The researchers say that their study demonstrates the efficiency of snakes in turning waste into usable products, and highlights the opportunities to farm snakes for food in countries where snake meat is culturally acceptable. But, they don’t have high hopes that Western countries will adopt python farming any time soon.

“I think it will be a long time before you see python burgers served up at your favorite local restaurant,” said Shine.

The study was published in the journal Scientific Reports.
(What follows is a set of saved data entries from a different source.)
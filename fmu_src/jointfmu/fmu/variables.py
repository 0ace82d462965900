"""The one table of FMU variables.

:func:`variable_table` turns a :class:`~.params.ParameterSet` into an ordered tuple of
:class:`FmuVariable`.  The slave registers the variables in this order (pythonfmu numbers value
references by registration order, so the value reference of a variable is its index here), and
:mod:`.build` writes units, descriptions, start values and the ModelStructure of
``modelDescription.xml`` from the same table.  Nothing else lists variables.

Names come from :mod:`jointfmu.params.names` (which also reads them back), the units, meanings and
ranges of the six mode values from :mod:`jointfmu.params.rules`.

Direct feedthrough (FMI 2.0 standard, sec. 2.2.8, ``ModelStructure/Outputs``): each output lists
the inputs it depends on at a communication point, before the next step
(:attr:`FmuVariable.depends_on`), from :meth:`.physics.modal.ModalModel.feedthrough`: the point
accelerations and the base force see the inputs through the modal accelerations; states,
displacements, velocities, joint forces and energies change only inside doStep and see none.

Units (FMI 2.0 standard, sec. 2.2.2, ``UnitDefinitions``): a ``BaseUnit`` holds integer exponents
of the SI base units, so units of mass-normalized modal quantities (``m*kg^0.5`` and its relatives,
common practice for modal coordinates with unit modal mass) get a ``Unit`` with a name and no
``BaseUnit``; every other unit gets its exponents.
"""
from __future__ import annotations

from dataclasses import dataclass
from typing import Mapping, Optional

from ..params.names import (BASE_ACCELERATION, BASE_FORCE, STEPS_PER_PERIOD, energy_name,
                            mode_name, mode_value_name, point_name)
from ..params.rules import MODE_VALUE_RULES
from ..physics.integrate import DEFAULT_STEPS_PER_PERIOD
from ..physics.modal import ModalModel

__all__ = [
    "FmuVariable",
    "UNITS",
    "PARAMETER_FIELDS",
    "DEFAULT_STEPS_PER_PERIOD",
    "DEPENDENCY_KIND",
    "variable_table",
    "variables_by_name",
]


#: Unit name -> SI base-unit exponents (``None``: no integer-exponent form, name only).
UNITS: Mapping[str, Optional[Mapping[str, int]]] = {
    "1": {},
    "Hz": {"s": -1},
    "1/s2": {"s": -2},
    "N": {"kg": 1, "m": 1, "s": -2},
    "m": {"m": 1},
    "m/s": {"m": 1, "s": -1},
    "m/s2": {"m": 1, "s": -2},
    "J": {"kg": 1, "m": 2, "s": -2},
    # Mass-normalized modal quantities: half-integer kg exponents, no BaseUnit possible.
    "m*kg^0.5": None,
    "m*kg^0.5/s": None,
    "N/kg^0.5": None,
}

#: Parameter field -> (unit, description with the admissible range), from the rules table.
PARAMETER_FIELDS: Mapping[str, tuple[str, str]] = {
    r.name: (r.unit, r.description) for r in MODE_VALUE_RULES}

#: How every direct dependency of an output enters it: a constant factor (FMI 2.0 standard,
#: sec. 2.2.8, ``dependenciesKind="constant"``: c*v with c fixed before initialization; here c
#: is made of mode shapes, base participations, base factors and the total mass, none of them an
#: FMU parameter, see ModalModel.feedthrough).
DEPENDENCY_KIND = "constant"


@dataclass(frozen=True)
class FmuVariable:
    """One scalar Real variable of the FMU interface.

    Attributes
    ----------
    name : str
        FMI name (structured naming convention), e.g. ``"mode[1].joint.chi"``.
    causality : str
        ``"parameter"``, ``"input"`` or ``"output"``.
    variability : str
        ``"fixed"`` (parameters) or ``"continuous"``.
    initial : str or None
        ``"exact"`` (parameters), ``"calculated"`` (outputs) or None (inputs: FMI 2.0 allows none).
    unit : str
        A key of :data:`UNITS`.
    description : str
        Text written to ``modelDescription.xml``.
    start : float or None
        Start value (parameters and inputs), None for outputs.
    kind : str
        What the slave binds the variable to: ``"parameter"`` (``field`` of mode ``index``),
        ``"steps_per_period"``, ``"modal_force"``, ``"point_force"``, ``"base_acc"``, or for
        outputs the name of the simulator attribute (``"q"``, ``"point_x"``, ``"energy_joint"``...).
    index : int or None
        0-based mode or point index into the simulator's arrays; None for scalars.
    field : str or None
        Parameter field (``"f0"``, ``"zeta"``, ``"Fs"``, ``"Kt"``, ``"chi"``, ``"beta"``).
    depends_on : tuple of int
        Outputs: value references of the inputs the output depends on directly, before a step
        (FMI 2.0 sec. 2.2.8), ascending; each enters with a constant factor
        (:data:`DEPENDENCY_KIND`).  Empty for every other variable.
    """

    name: str
    causality: str
    variability: str
    initial: Optional[str]
    unit: str
    description: str
    start: Optional[float]
    kind: str
    index: Optional[int] = None
    field: Optional[str] = None
    depends_on: tuple[int, ...] = ()

    @property
    def is_parameter(self) -> bool:
        return self.causality == "parameter"

    @property
    def is_input(self) -> bool:
        return self.causality == "input"

    @property
    def is_output(self) -> bool:
        return self.causality == "output"


def _param(name, unit, description, start, kind, index=None, field=None) -> FmuVariable:
    return FmuVariable(name, "parameter", "fixed", "exact", unit, description, float(start),
                       kind, index, field)


def _input(name, unit, description, kind, index=None) -> FmuVariable:
    return FmuVariable(name, "input", "continuous", None, unit, description, 0.0, kind, index)


def _output(name, unit, description, kind, index=None, depends_on=()) -> FmuVariable:
    return FmuVariable(name, "output", "continuous", "calculated", unit, description, None,
                       kind, index, None, tuple(depends_on))


def _mode_text(i: int, label: str) -> str:
    return f"mode {i + 1} ({label!r})" if label else f"mode {i + 1}"


def variable_table(params, steps_per_period: float | None = None) -> tuple[FmuVariable, ...]:
    """Build the ordered variable table of an FMU from a parameter set.

    Parameters
    ----------
    params : ParameterSet
        The validated parameter set the FMU is built from (start values of the parameters).
    steps_per_period : float, optional
        Start value of ``steps_per_period``; default the core's
        :data:`.integrate.DEFAULT_STEPS_PER_PERIOD` (re-exported here).

    Returns
    -------
    tuple of FmuVariable
        Parameters first (per mode f0, zeta, Fs, Kt, chi, beta; then ``steps_per_period``), then
        inputs, then outputs.  The index of a variable is its value reference.
    """
    if steps_per_period is None:
        steps_per_period = DEFAULT_STEPS_PER_PERIOD
    table: list[FmuVariable] = []
    modes = list(params.modes)
    for i, mode in enumerate(modes):
        what = _mode_text(i, getattr(mode, "label", ""))
        for rule in MODE_VALUE_RULES:
            owner = mode.joint if rule.key.startswith("joint.") else mode
            table.append(_param(mode_value_name(i + 1, rule.name), rule.unit,
                                f"{what}: {rule.description}", getattr(owner, rule.name),
                                "parameter", i, rule.name))
    table.append(_param(
        STEPS_PER_PERIOD, "1",
        "internal time steps per period of each mode (>= 8; the error falls at least as its square)",
        steps_per_period, "steps_per_period"))

    # inputs; u_vr: value reference of each input in the kernel's input order (point forces,
    # modal forces, base acceleration), for the feedthrough below
    inputs_at = len(table)
    for i, mode in enumerate(modes):
        what = _mode_text(i, getattr(mode, "label", ""))
        table.append(_input(mode_name(i + 1, "force"), "N/kg^0.5",
                            f"direct modal force on {what}, held over each communication step",
                            "modal_force", i))
    for j, point in enumerate(params.input_points):
        table.append(_input(point_name(point.label, "force"), "N",
                            f"force at input point {point.label!r} along {_direction(point)}, "
                            "held over each communication step", "point_force", j))
    if params.base is not None:
        table.append(_input(BASE_ACCELERATION, "m/s2",
                            f"base acceleration along {_direction(params.base)}, "
                            "held over each communication step", "base_acc"))
    n_modes, n_in = len(modes), len(params.input_points)
    u_vr = ([inputs_at + n_modes + j for j in range(n_in)]
            + [inputs_at + i for i in range(n_modes)]
            + ([inputs_at + n_modes + n_in] if params.base is not None else [-1]))
    d_a, d_base = ModalModel.from_params(params).feedthrough(structural=True)

    def deps(row) -> tuple[int, ...]:
        return tuple(sorted(u_vr[k] for k in range(len(u_vr)) if row[k] != 0.0 and u_vr[k] >= 0))

    for i, mode in enumerate(modes):
        what = _mode_text(i, getattr(mode, "label", ""))
        table.append(_output(mode_name(i + 1, "q"), "m*kg^0.5",
                             f"modal displacement of {what} (mass-normalized)", "q", i))
        table.append(_output(mode_name(i + 1, "qdot"), "m*kg^0.5/s",
                             f"modal velocity of {what} (mass-normalized)", "qdot", i))
        table.append(_output(mode_name(i + 1, "joint_force"), "N/kg^0.5",
                             f"Iwan joint modal restoring force of {what}", "joint_force", i))
    for j, point in enumerate(params.output_points):
        along = _direction(point)
        table.append(_output(point_name(point.label, "x"), "m",
                             f"displacement at output point {point.label!r} along {along}, "
                             "relative to the base", "point_x", j))
        table.append(_output(point_name(point.label, "v"), "m/s",
                             f"velocity at output point {point.label!r} along {along}, "
                             "relative to the base", "point_v", j))
        table.append(_output(point_name(point.label, "a"), "m/s2",
                             f"absolute acceleration at output point {point.label!r} along "
                             f"{along}", "point_a", j, deps(d_a[j])))
    if params.base is not None:
        table.append(_output(BASE_FORCE, "N",
                             "force the structure exerts on its mounting along "
                             f"{_direction(params.base)}", "base_force", None, deps(d_base)))
    table.append(_output(energy_name("input"), "J",
                         "work done by all inputs since the start (base frame)", "energy_input"))
    table.append(_output(energy_name("joint"), "J",
                         "energy dissipated in all Iwan joints (micro- and macro-slip) since the start", "energy_joint"))
    table.append(_output(energy_name("viscous"), "J",
                         "energy dissipated by viscous damping since the start", "energy_viscous"))

    names = [v.name for v in table]
    if len(set(names)) != len(names):
        dup = sorted({n for n in names if names.count(n) > 1})
        # Point labels are validated unique by params; this guards the table itself.
        raise ValueError(f"duplicate FMU variable names {dup}: point labels must be unique")
    return tuple(table)


def variables_by_name(table) -> dict[str, FmuVariable]:
    """Map variable name -> :class:`FmuVariable`."""
    return {v.name: v for v in table}


def _direction(obj) -> str:
    d = getattr(obj, "direction", None)
    if d is None:
        return "its direction"
    if isinstance(d, str):
        return d
    try:
        return "(" + ", ".join(f"{float(c):g}" for c in d) + ")"
    except TypeError:
        return str(d)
Source: Macquarie University

I think this raises some interesting points but I see some flaws in the argument. Being cold blooded and needing less energy for heat is useful but much of their diet is endothermic which re-introduces many of the issues the researchers hope to help solve if the snakes food source is to also be farm raised. It is one additional degree of separation: (crops > animals > humans) vs (crops > animals > snakes > humans). It makes more sense if volume is low enough where their food source is mostly just wild rodents eating crops but it doesn't scale as high as modern US agriculture. Side note: I have been so conditioned with the word "delicacy" that it just means "stuff I would never eat" at this point.
I’m a vegetarian who would’ve willing to try it, just to gauge its viability re western tastes, but Daishi raises an important point which should be addressed which is scaleability. Seems like it would be easier to nudge the western palette towards GMO fungi that simulate meat (like meati™️ or various yeast like foodstuffs) as well as easier to scale.
In terms of energy efficiency, it is most efficient to eat plant matter.
Then meat which has consumed plant matter.
Meat which survives on 'waste' meat can only be inefficient.
We might get a short reptile food fad, but it will not be sustained because it will not be sustainable (or cost-effective).
I've eaten snake meat before, and it ain't bad. We used to hunt rattlesnakes in NoCal for that purpose. Breaded and fried, it's pretty tasty. I see this as a solution for the explosion of pythons in Florida.
Geologists, when working in the field, often have to eat from the land, and the ones with whom I have discussed eating snake all have liked it. I know a Canadian who was a vegan, and was always pale and looked unhealthy. A few years later I saw him and he looked good, and I asked what had changed, and he said that he had discovered meat, especially snake! He now "lusts after snake" since he says it is delicious.
Most animals taste of what they eat so I don't know how this applies to snake meat. But I'm not rushing out to find some.
The gentleman who posted here who caught rattlesnake in Northern California and ate it breaded and fried, wouldn't that change the taste totally?
DJ's "Feed Me Doggie"
Steveofthenw, I have just got to tell my wife that the pythons in Florida are exploding! Does DeSanta Claws know that? (He's probably taking credit for feeding them TNT, ain't he?) "It's a brave new world after all!"
Steven has the relevant answer because the big picture isn't future python meat sources, its only strong value is in open season hunting on that invasive problem in Florida and anywhere snakes are not welcome.
Adrian Akau
Python jerky is already being sold on Amazon: "Our Python Jerky is made in small batches in the USA to meet the highest quality standards. We are committed to delivering the very best jerky to your table."
Put that ground python next to the ground turkey, see which one people pick. If you're tired of turkey, you'll take the snake.